* _Task statement_
Extract each line holding the word "surchargeBp" from the entries.

Supplied material START

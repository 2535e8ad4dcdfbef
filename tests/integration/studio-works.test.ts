import { afterAll, beforeAll, describe, expect, it } from 'vitest';
import type { APIContext } from 'astro';
import * as list from '~/pages/api/studio/works/index';
import * as one from '~/pages/api/studio/works/[id]';
import * as licences from '~/pages/api/studio/works/[id]/licences';
import * as offers from '~/pages/api/studio/works/[id]/offers';
import * as publish from '~/pages/api/studio/works/[id]/publish';
import * as bulk from '~/pages/api/studio/works/bulk';
import type { SessionUser } from '~/lib/server/auth-types';
import {
  PROPERTY_RELEASE_STATUSES, bulkInput, licencePricesInput, maxArtistProofs, printOffersInput, workDetailsInput,
  type BulkAnswer, type SizeOfferInput, type StudioSaveAnswer, type StudioWorkEditor, type StudioWorksList,
} from '~/lib/studio-schemas';
import {
  Edition, LicenceTier, Paper, PrintOffer, PrintSize, Series, Work, WorkLicencePrice,
  insertSettings, insertWork, useTempDatabase, type TestData,
} from '../_fixtures';

type Role = SessionUser['role'];
const person = (role: Role): SessionUser => ({ id: `u-${role}`, email: `${role}@x`, name: role, role, emailVerified: true });
const photographer: SessionUser = { id: 'u1', email: 'p@x', name: 'P', role: 'photographer', emailVerified: true };

let data: TestData;
const ids: Record<string, number> = {};

type Handler = (context: APIContext) => Promise<Response> | Response;

function call(handler: Handler, opts: { id?: number | string; body?: unknown; method?: string; query?: string; user?: SessionUser | null } = {}) {
  const url = new URL(`http://localhost/api/studio/works${opts.id != null ? `/${opts.id}` : ''}${opts.query ?? ''}`);
  const init: RequestInit = { method: opts.method ?? (opts.body === undefined ? 'GET' : 'POST') };
  if (opts.body !== undefined) {
    init.headers = { 'Content-Type': 'application/json' };
    init.body = typeof opts.body === 'string' ? opts.body : JSON.stringify(opts.body);
  }
  const user = opts.user === undefined ? photographer : opts.user;
  const context = {
    params: opts.id != null ? { id: String(opts.id) } : {},
    request: new Request(url, init),
    url,
    locals: { user, session: null },
  };
  return handler(context as unknown as APIContext);
}

async function editorOf(id: number): Promise<StudioWorkEditor> {
  const res = await call(one.GET, { id });
  expect(res.status).toBe(200);
  return res.json();
}

/** The size's current choices from the editor, changed as given. */
async function sizeChoice(workId: number, sizeId: number, change: Partial<SizeOfferInput>): Promise<SizeOfferInput> {
  const editor = await editorOf(workId);
  const current = editor.sizes.find((s) => s.sizeId === sizeId)!.offer;
  return { ...current, ...change };
}

const putOffers = (id: number, sizes: SizeOfferInput[], user?: SessionUser | null) =>
  call(offers.PUT, { id, body: { sizes }, method: 'PUT', user });

beforeAll(async () => {
  data = await useTempDatabase();
  await insertSettings();
  const series = await Series.create({ slug: 'pears', title: 'Pears', description: '' });
  const other = await Series.create({ slug: 'keys', title: 'Keys', description: '' });
  const big = await insertWork('big', 6000, 4000);
  const small = await insertWork('small', 2400, 1600, { status: 'draft', publishedAt: null });
  const noAlt = await insertWork('no-alt', 6000, 4000, { status: 'draft', publishedAt: null, altText: '' });
  const ready = await insertWork('ready', 6000, 4000, { status: 'draft', publishedAt: null, seriesId: series.id });
  const fresh = await insertWork('fresh', 6000, 4000, { status: 'draft', publishedAt: null });
  const roles = await insertWork('roles', 6000, 4000);
  const released = await insertWork('released', 6000, 4000, { propertyRelease: 'PR-UPR' });
  const editorial = await LicenceTier.create({ slug: 'ed', name: 'Editorial test', use: 'editorial', summary: '', terms: 't', media: 'web', cap: 1000, capUnit: 'views', territory: 'Worldwide', termMonths: 12, defaultPrice: 12000 });
  const commercial = await LicenceTier.create({ slug: 'co', name: 'Commercial test', use: 'commercial', summary: '', terms: 't', media: 'ads', cap: null, capUnit: null, territory: 'UK', termMonths: 12, defaultPrice: 45000 });
  await WorkLicencePrice.create({ workId: released.id, licenceTierId: commercial.id, mode: 'override', price: 50000 });
  const s8x10 = await PrintSize.create({ slug: '8x10', label: '8 × 10 in', family: 'inch', unit: 'in', width: 8, height: 10, basePrice: 6000, position: 1 });
  const s16x20 = await PrintSize.create({ slug: '16x20', label: '16 × 20 in', family: 'inch', unit: 'in', width: 16, height: 20, basePrice: 18000, position: 2 });
  const cotton = await Paper.create({ slug: 'cotton', name: 'Cotton', surface: 'matte', weightGsm: 310, surchargeBp: 0, description: '' });
  const baryta = await Paper.create({ slug: 'baryta', name: 'Baryta', surface: 'satin', weightGsm: 315, surchargeBp: 1500, description: '' });
  Object.assign(ids, {
    series: series.id, other: other.id, big: big.id, small: small.id, noAlt: noAlt.id, ready: ready.id, fresh: fresh.id,
    roles: roles.id, released: released.id, editorial: editorial.id, commercial: commercial.id,
    s8x10: s8x10.id, s16x20: s16x20.id, cotton: cotton.id, baryta: baryta.id,
  });
});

Supplied material END

* _Task output_
  const cotton = await Paper.create({ slug: 'cotton', name: 'Cotton', surface: 'matte', weightGsm: 310, surchargeBp: 0, description: '' });
  const baryta = await Paper.create({ slug: 'baryta', name: 'Baryta', surface: 'satin', weightGsm: 315, surchargeBp: 1500, description: '' });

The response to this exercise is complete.